I suppose shipboard activity preferences have changed much more quickly over time than has ship design. The theatre seems to be the area remaining most consistent. Singers or guest musicians, magicians, and Vegas style shows seem to remain popular. Other than that, the entertainment hub is focused on the Piazza, the central architectural feature of the ship. Princess has been trying to make a large lounge, Club Fusion, into a comedy club, with some success. A midships lounge, Explorers Lounge, is now game show and trivia central and it gets good attendance. Some passengers are quite serious about their trivia while others Arrive just in time to hear the answers. Most of the games are designed to embarrass someone. The Wheelhouse lounge is the only place with a wooden dance floor that is actually used, occasionally, for dancing. The only other location regularly featuring danceable music is the ceramic floor of the Piazza. Surprisingly, we did have a good dance set in Club Fusion last evening and it was well attended.
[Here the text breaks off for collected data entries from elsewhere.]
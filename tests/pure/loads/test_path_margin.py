"""The least margin of a path to an envelope, by hand: at an end, at a corner, in a dip, beyond it."""

from fractions import Fraction

import pytest

from fleet.envelope import Shape
from loads.balance.path import Knot, Stretch
from loads.balance.path_curve import curves_of
from loads.balance.path_margin import Beyond, least_margin
from loads.balance.path_outside import Nearest
from loads.balance.surd import Surd, rational

F = Fraction


def shape(*points, plane="arm"):
    return Shape(plane, [(F(x), F(y)) for x, y in points])


def flown(top, bottom, moment, bend=0):
    """A stretch from one weight down to another; `moment` of the weight, straight but for the bend."""
    start, end = (Knot(F(w), F(moment(F(w))), F(0)) for w in (top, bottom))
    return Stretch("flight", ("LEFT",), start, end, F(bend))


def worst_of(limits, *stretches):
    return least_margin(curves_of(stretches, "longitudinal"), limits)


def same(one, other):
    return not one.below(other) and not other.below(one)


BOX = shape((10, 50), (10, 100), (20, 100), (20, 50))
# Two slabs: 0 to 8 in from 10 to 20 lb, 0 to 4 in from 20 to 30 lb.
STEPPED = shape((0, 10), (0, 30), (4, 30), (4, 20), (8, 20), (8, 10))
# Between 20 and 30 lb two pieces, 0 to 3 in and 6 to 9 in.
FORKED = shape((0, 10), (0, 30), (3, 30), (3, 20), (6, 20), (6, 30), (9, 30), (9, 10))
# The forward edge goes forward with weight: 20 - W / 10.
LEANING = shape((15, 50), (10, 100), (40, 100), (40, 50))
# The same mirrored: the aft edge is W / 10 - 20.
MIRRORED = shape((-40, 50), (-40, 100), (-10, 100), (-15, 50))


def test_a_straight_stretch_is_worst_at_an_end():
    # 12.5 in at 90 lb, 18 in at 60 lb: 2.5 in from the forward edge, 2 in from the aft one.
    stretch = flown(90, 60, lambda w: 1080 + (w - 60) * F(3, 2))

    found = worst_of(BOX, stretch)

    assert found == Nearest(stretch, rational(F(60)), rational(F(2)), BOX.slabs.trapezoids[0][0], True, F(60))


@pytest.mark.parametrize(
    ("top_arm", "bottom_arm", "weight", "margin", "aft"),
    [
        (12, 18, 90, 2, False),  # as near at both: the first in flight
        (18, 12, 90, 2, True),
        (15, 15, 90, 5, False),  # in the middle the forward edge is named
        (10, 15, 90, 0, False),
        (15, 20, F(121, 2), 0, True),
        (F(21, 2), 20, F(121, 2), 0, True),
    ],
)
def test_of_equals_the_first_counts_and_on_the_edge_is_inside(top_arm, bottom_arm, weight, margin, aft):
    first, last = 90 * F(top_arm), F(121, 2) * F(bottom_arm)
    stretch = flown(90, F(121, 2), lambda w: first if w == 90 else last)

    found = worst_of(BOX, stretch)

    assert (found.weight, found.margin, found.aft) == (rational(F(weight)), rational(F(margin)), aft)
    assert found.floor == F(121, 2)


def test_of_several_stretches_the_least_margin_counts_of_equals_the_first():
    near, far = flown(90, 60, lambda w: 11 * w), flown(90, 60, lambda w: 13 * w)
    again = flown(80, 70, lambda w: 11 * w)

    assert worst_of(BOX, far, near).stretch is near
    assert worst_of(BOX, near, far).stretch is near
    assert worst_of(BOX, near, again).stretch is near
    assert worst_of(BOX, again, near).stretch is again


def test_where_the_envelope_jumps_the_narrower_side_counts_too():
    # 1.5 in at 25 lb, 3.1875 in at 20 lb, 6 in at 15 lb.
    stretch = flown(25, 15, lambda w: F(75, 2) + (25 - w) * F(21, 4))

    found = worst_of(STEPPED, stretch)

    upper = STEPPED.slabs.trapezoids[1][0]
    assert found == Nearest(stretch, rational(F(20)), rational(F(13, 16)), upper, True, F(20))


def test_a_path_may_run_along_the_whole_height_of_an_envelope():
    stretch = flown(30, 10, lambda w: 2 * w)

    found = worst_of(STEPPED, stretch)

    assert (found.weight, found.margin, found.aft) == (rational(F(30)), rational(F(2)), False)


def test_a_margin_that_dips_between_the_ends_is_found_there():
    # 490/W + 8 - 20 + W/10: 2.44 at 90 lb, 2.17 at 60 lb, 2 at 70 lb = sqrt(4900).
    stretch = flown(90, 60, lambda w: 490 + 8 * w)

    found = worst_of(LEANING, stretch)

    sides = LEANING.slabs.trapezoids[0][0]
    assert found == Nearest(stretch, rational(F(70)), rational(F(2)), sides, False, F(60))
    mirrored = worst_of(MIRRORED, flown(90, 60, lambda w: -490 - 8 * w))
    assert (mirrored.weight, mirrored.margin, mirrored.aft) == (rational(F(70)), rational(F(2)), True)


def test_a_dip_at_an_irrational_weight_is_exact():
    found = worst_of(LEANING, flown(90, 60, lambda w: 480 + 8 * w))

    assert same(found.weight, Surd(F(0), F(40), F(3)))  # sqrt(4800)
    assert same(found.margin, Surd(F(-12), F(8), F(3)))  # -12 + 2 sqrt(48)


@pytest.mark.parametrize(
    ("top", "bottom", "weight"), [(90, 75, 75), (65, 60, 65), (90, 70, 70), (70, 60, 70), (71, 69, 70)]
)
def test_a_dip_beyond_an_end_does_not_count(top, bottom, weight):
    found = worst_of(LEANING, flown(top, bottom, lambda w: 490 + 8 * w))

    margin = F(490, weight) - 12 + F(weight, 10)
    assert (found.weight, found.margin) == (rational(F(weight)), rational(margin))


def test_a_path_that_touches_the_edge_in_a_dip_is_inside_and_a_little_lower_is_not():
    on = worst_of(LEANING, flown(90, 60, lambda w: 490 + 6 * w))
    out = worst_of(LEANING, flown(90, 60, lambda w: 490 + F(59, 10) * w))

    assert (on.weight, on.margin) == (rational(F(70)), rational(F(0)))
    assert (out.weight, out.margin) == (rational(F(70)), rational(F(-1, 10)))


def test_a_bent_stretch_dips_to_an_edge_that_is_straight():
    # The arm is 900/W - 10 + W/4 in: 20 at 60 lb, where it turns, and 22.5 at both ends.
    box = shape((15, 30), (15, 100), (40, 100), (40, 30))
    moments = {90: 2025, 40: 900}
    stretch = flown(90, 40, lambda w: moments[w], bend=F(1, 4))

    found = worst_of(box, stretch)

    assert (found.weight, found.margin, found.aft) == (rational(F(60)), rational(F(5)), False)


def test_in_the_moment_plane_edges_are_straight_in_moment():
    # The forward edge is 500 lb in at every weight; 1000 lb in along the path.
    wedge = shape((500, 50), (500, 100), (3000, 100), (3000, 50), plane="moment")
    found = worst_of(wedge, flown(90, 60, lambda w: 1000 + 0 * w))

    assert (found.weight, found.margin, found.aft) == (rational(F(90)), rational(F(500, 90)), False)


@pytest.mark.parametrize(
    ("arm", "number", "margin", "aft"),
    [(1, 0, 1, False), (2, 0, 1, True), (7, 1, 1, False), (F(17, 2), 1, F(1, 2), True)],
)
def test_inside_one_of_two_pieces_the_margin_is_that_to_its_sides(arm, number, margin, aft):
    stretch = flown(28, 22, lambda w: arm * w)

    found = worst_of(FORKED, stretch)

    sides = FORKED.slabs.trapezoids[1][number]
    assert found == Nearest(stretch, rational(F(28)), rational(F(margin)), sides, aft, F(22))


def test_from_one_piece_to_the_other_it_is_worst_half_way_between_them():
    # 1 in at 28 lb, 8 in at 22 lb: 4.5 in at 616/25 = 24.64 lb.
    found = worst_of(FORKED, flown(28, 22, lambda w: 28 + (28 - w) * F(148, 6)))

    assert (found.weight, found.margin) == (rational(F(616, 25)), rational(F(-3, 2)))


def test_bent_it_is_worst_half_way_too_at_an_irrational_weight():
    moments = {28: 28, 22: 176}
    found = worst_of(FORKED, flown(28, 22, lambda w: moments[w], bend=F(1, 10)))

    # 1 in at 28 lb and 8 in at 22 lb as before: 4.5 in at a root of a quadratic.
    assert found.weight.factor
    assert same(found.margin, rational(F(-3, 2)))


def test_outside_the_worst_point_may_be_a_dip():
    # 490/W + 5 - 20 + W/10: -0.56 at 90 lb, -1 at 70 lb, -0.83 at 60 lb.
    found = worst_of(LEANING, flown(90, 60, lambda w: 490 + 5 * w))

    assert (found.weight, found.margin, found.aft) == (rational(F(70)), rational(F(-1)), False)


@pytest.mark.parametrize(
    ("top", "bottom", "weight", "by"),
    [(40, 25, 40, 10), (25, 5, 5, 5), (33, 4, 4, 6), (36, 5, 36, 6), (35, 5, 35, 5), (61, 40, 61, 31)],
)
def test_beyond_the_weights_of_the_envelope_the_farthest_end_counts(top, bottom, weight, by):
    stretch = flown(top, bottom, lambda w: 2 * w)

    assert worst_of(STEPPED, stretch) == Beyond(stretch, F(weight), F(by))


def test_beyond_is_worse_than_outside_and_the_farthest_of_all_is_named():
    outside, above = flown(28, 22, lambda w: 100 * w), flown(F(61, 2), 28, lambda w: 2 * w)
    below = flown(12, 9, lambda w: 2 * w)

    assert worst_of(STEPPED, outside, above) == Beyond(above, F(61, 2), F(1, 2))
    assert worst_of(STEPPED, above, below, outside) == Beyond(below, F(9), F(1))


def test_a_path_without_a_stretch_is_refused():
    with pytest.raises(ValueError, match=r"^a path without a stretch has no margin$"):
        least_margin([], BOX)


def in_units(points, moment, ends, bend, *, lengths, weights, plane="arm"):
    """The worst point of one stretch, everything told in units so many of which are the plain ones."""
    across = lengths if plane == "arm" else lengths * weights
    limits = shape(*((F(x) * across, F(y) * weights) for x, y in points), plane=plane)
    start, end = (Knot(F(w) * weights, F(moment(F(w))) * lengths * weights, F(0)) for w in ends)
    return worst_of(limits, Stretch("flight", ("LEFT",), start, end, F(bend) * lengths / weights))


LEANS = (15, 50), (10, 100), (40, 100), (40, 50)
MIRROR = (-40, 50), (-40, 100), (-10, 100), (-15, 50)
STEPS = (0, 10), (0, 30), (4, 30), (4, 20), (8, 20), (8, 10)
FORKS = (0, 10), (0, 30), (3, 30), (3, 20), (6, 20), (6, 30), (9, 30), (9, 10)
WEDGE = (500, 50), (1000, 100), (3000, 100), (1000, 50)


@pytest.mark.parametrize("weights", [F(1, 7), F(13, 3), F(1000)])
@pytest.mark.parametrize("lengths", [F(3, 11), F(25)])
@pytest.mark.parametrize(
    "path",
    [
        (LEANS, lambda w: 490 + 8 * w, (90, 60), 0),  # a dip between the ends
        (LEANS, lambda w: 480 + 8 * w, (90, 60), 0),  # one at an irrational weight
        (LEANS, lambda w: 490 + 8 * w, (90, 75), 0),
        (LEANS, lambda w: 490 + 8 * w, (65, 60), 0),
        (LEANS, lambda w: 490 + 5 * w, (90, 60), 0),  # outside
        (MIRROR, lambda w: -490 - 8 * w, (90, 60), 0),
        (MIRROR, lambda w: -10 * w, (90, 60), 0),
        (LEANS, lambda w: 10 * w, (100, 100 - F(1, 3)), 0),  # on the edge at the top
        (LEANS, lambda w: 40 * w, (90, 60), 0),  # along the aft edge
        (STEPS, lambda w: F(75, 2) + (25 - w) * F(21, 4), (25, 15), 0),
        (STEPS, lambda w: 2 * w, (30, 10), 0),
        (STEPS, lambda w: 5 * w, (F(45, 2), 15), 0),  # outside in the narrower part only
        (STEPS, lambda w: 1600 - 60 * w, (F(80, 3), 12), F(1, 2)),
        (FORKS, lambda w: 28 + (28 - w) * F(148, 6), (28, 22), 0),
        (FORKS, lambda w: 7 * w, (28, 22), 0),  # in the second of two pieces
    ],
)
def test_in_other_units_the_worst_point_is_the_same(path, lengths, weights):
    plain = in_units(*path, lengths=F(1), weights=F(1))

    found = in_units(*path, lengths=lengths, weights=weights)

    def times(number, by):
        return Surd(number.whole * by, number.factor * by, number.under)

    assert same(found.weight, times(plain.weight, weights))
    assert same(found.margin, times(plain.margin, lengths))
    assert (found.aft, found.floor) == (plain.aft, plain.floor * weights)


@pytest.mark.parametrize("weights", [F(1, 7), F(13, 3)])
@pytest.mark.parametrize(
    ("moment", "ends"),
    [
        (lambda w: 20 * w, (90, 60)),
        (lambda w: 12 * w, (90, 60)),
        (lambda w: 10 * w + 7, (90, 60)),
        (lambda w: 40 * w - 1003, (F(271, 3), 60)),
        (lambda w: 40 * w - 999, (90, 60)),
        (lambda w: 9 * w, (90, 60)),
    ],
)
def test_in_other_units_edges_straight_in_moment_are_the_same(moment, ends, weights):
    plain = in_units(WEDGE, moment, ends, 0, lengths=F(1), weights=F(1), plane="moment")

    found = in_units(WEDGE, moment, ends, 0, lengths=F(3, 11), weights=weights, plane="moment")

    assert (found.weight.whole, found.margin.whole) == (
        plain.weight.whole * weights,
        plain.margin.whole * F(3, 11),
    )
    assert found.aft is plain.aft
    # By hand: the margin to 10 W, and to 40 W - 1000, over the weight, at both ends.
    margins = [min(F(moment(F(w))) / w - 10, 40 - (F(moment(F(w))) + 1000) / w) for w in map(F, ends)]
    assert plain.margin.whole == min(margins)


@pytest.mark.parametrize("weights", [F(1, 7), F(13, 3)])
@pytest.mark.parametrize(("ends", "weight", "by"), [((40, 25), 40, 10), ((25, 5), 5, 5), ((36, 5), 36, 6)])
def test_in_other_units_a_path_is_beyond_by_the_same(ends, weight, by, weights):
    found = in_units(STEPS, lambda w: 2 * w, ends, 0, lengths=F(3, 11), weights=weights)

    assert (found.weight, found.by) == (weight * weights, by * weights)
By the end of day tomorrow we will have completed two consecutive sea days with fingers crossed for a final port before our Quebec City arrival.


Rachel Wolchin

If we were meant to stay in one place, we would have roots instead of feet.

Charlottetown PEI

We had another pleasant day for our stop in Charlottetown. Unfortunately, we passed under the Confederation Bridge at night so we couldn’t see it. We did take a short walk along the port area. A vendor was giving away oyster samples and he had plenty of willing samplers. Lobster was available at several restaurants near the port.

There was a large market on the pier and they were doing a brisk business with passengers from the four ships in port. The Zuiderdam and the Emerald shared the dock while two smaller ships tendered. All four ships left the port shortly after 4:30. A couple of the ship’s tours ran a bit late so we had passengers coming to the dining room at 5:00 directly from embarkation.

Over the past two days there has been comedy club running with several standup comics. As usual, some get better audience reaction than others. We saw a couple of them and got a few chuckles. One assistant cruise director probably got the biggest laugh by introducing one comedian as coming from misery rather than Missouri. One would think they’d check things like that but apparently not.

We had an interesting experience visiting one of the many hot tubs. Sitting in the water chatting with another chap and the pump shut down. They are on timers so that was not unusual. The pump would not restart. That was unusual. Even more unusual was the water began to drain. We took that as in invitation to vacate, so we left, since the second tub at that location was covered with netting, the normal way of indicating a closure.

The dining room food on this cruise is stunningly mediocre. It is quite apparent that they are trying to reduce food waste with smaller portions and discouraging over ordering. There are now at least five extra cost food services including a steak house, Italian restaurant, pub style eatery, sea food speciality and bar-b-que specialty. Never-the-less we don’t have to prepare it nor do the clean up. One of the best aspects of the food and beverage services is the number and variety of people we meet. We are also at the point in the cruise where we are beginning to meet the same people for a second or third time simply because we have similar eating schedules. The passenger list is dominated by Americans with Canadians a distant second. We come across Brits, Australians and New Zealanders quite frequently.

Next stop will be Sydney, Nova Scotia.


Colum McCann, Let the Great World Spin

There’s a part of me that thinks perhaps we go on existing in a place even after we’ve left it.